Additional Information and Where to Find It

 

In connection with the Potential Business Combination, ACE will file a registration statement on Form S-4 (the “Registration Statement”) with the SEC, which will include a preliminary proxy statement to be distributed to holders of ACE’s ordinary shares in connection with ACE’s solicitation of proxies for the vote by ACE’s shareholders with respect to the Proposed Business Combination and other matters as described in the Registration Statement, as well as the prospectus relating to the offer of securities to be issued to Tempo stockholders in connection with the Proposed Business Combination.
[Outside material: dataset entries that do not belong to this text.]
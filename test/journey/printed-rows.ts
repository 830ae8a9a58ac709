import { readPdf, type PlacedText } from '../src-main/press/pdf-text.ts';

/** One row of a printed table as a reader finds it: its group, raw score and percentile rank. */
export interface PrintedRow {
  readonly group: string;
  readonly score: string;
  readonly printed: string;
}

/**
 * Finds the rows of all conversion tables in a PDF by the places of its texts alone: the heading word "Raw" begins a
 * column of the table, a line of as many cells as the table has columns is a row, and the running head names the group.
 */
export async function rowsInPdf(bytes: Uint8Array, cells: number): Promise<readonly PrintedRow[]> {
  const { pages } = await readPdf(bytes);
  return pages.flatMap((page) => rowsOnPage(page, cells));
}

function rowsOnPage(page: readonly PlacedText[], cells: number): readonly PrintedRow[] {
  const head = page.find(({ text }) => /^Table \d+ · /.test(text))?.text;
  if (head === undefined) throw new Error('a page without its running head');
  const group = head.replace(/^Table \d+ · /, '');
  const starts = page.filter(({ text }) => text === 'Raw').map(({ x }) => x - 25);
  const columnOf = (x: number): number => starts.filter((start) => start <= x).length;
  const lines = new Map<string, PlacedText[]>();
  for (const item of page) {
    const key = `${item.y.toFixed(1)}/${columnOf(item.x)}`;
    lines.set(key, [...(lines.get(key) ?? []), item]);
  }
  return [...lines.values()].flatMap((line) => {
    const texts = line.toSorted((left, right) => left.x - right.x).map(({ text }) => text.trim());
    const [score = '', printed = ''] = texts;
    return texts.length === cells && /^−?[\d.]+$/.test(score) ? [{ group, score, printed }] : [];
  });
}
After the Registration Statement has been filed and declared effective, ACE will mail a definitive proxy statement, when available, to its shareholders. The Registration Statement will include information regarding the persons who may, under SEC rules, be deemed participants in the solicitation of proxies to ACE’s shareholders in connection with the Potential Business Combination. ACE will also file other documents regarding the Proposed Business Combination with the SEC. Before making any voting decision, investors and security holders of ACE and Tempo are urged to read the Registration Statement, the proxy statement/prospectus contained therein, and all other relevant documents filed or that will be filed with the SEC in connection with the Proposed Business Combination as they become available because they will contain important information about the Proposed Business Combination.

 

Investors and security holders will be able to obtain free copies of the proxy statement/prospectus and all other relevant documents filed or that will be filed with the SEC by ACE through the website maintained by the SEC at www.sec.gov. In addition, the documents filed by ACE may be obtained free of charge from ACE’s website at www.acev.io or by written request to ACE at ACE Convergence Acquisition Corp., 1013 Centre Road, Suite 403S, Wilmington, DE 19805.

 

Participants in Solicitation

 

ACE and Tempo and their respective directors and officers may be deemed to be participants in the solicitation of proxies from ACE’s shareholders in connection with the Proposed Business Combination. Information about ACE’s directors and executive officers and their ownership of ACE’s securities is set forth in ACE’s filings with the SEC, including the Form 10-K. To the extent that holdings of ACE’s securities have changed since the amounts printed in the Form 10-K, such changes have been or will be reflected on Statements of Change in Ownership on Form 4 filed with the SEC. Additional information regarding the interests of those persons and other persons who may be deemed participants in the Proposed Business Combination may be obtained by reading the proxy statement/prospectus regarding the Proposed Business Combination when it becomes available. You may obtain free copies of these documents as described in the preceding paragraph.

 

 

 

 

No Offer or Solicitation

 

This document shall not constitute a proxy statement or solicitation of a proxy, consent or authorization with respect to any securities or in respect of the Proposed Business Combination. This document shall also not constitute an offer to sell or a solicitation of an offer to buy any securities of ACE, the combined company or Tempo, nor shall there be any sale of securities in any state or jurisdiction in which such offer, solicitation or sale would be unlawful prior to registration or qualification under the securities laws of any such state or jurisdiction. No offering of securities shall be made except by means of a prospectus meeting the requirements of Section 10 of the Securities Act of 1933, as amended.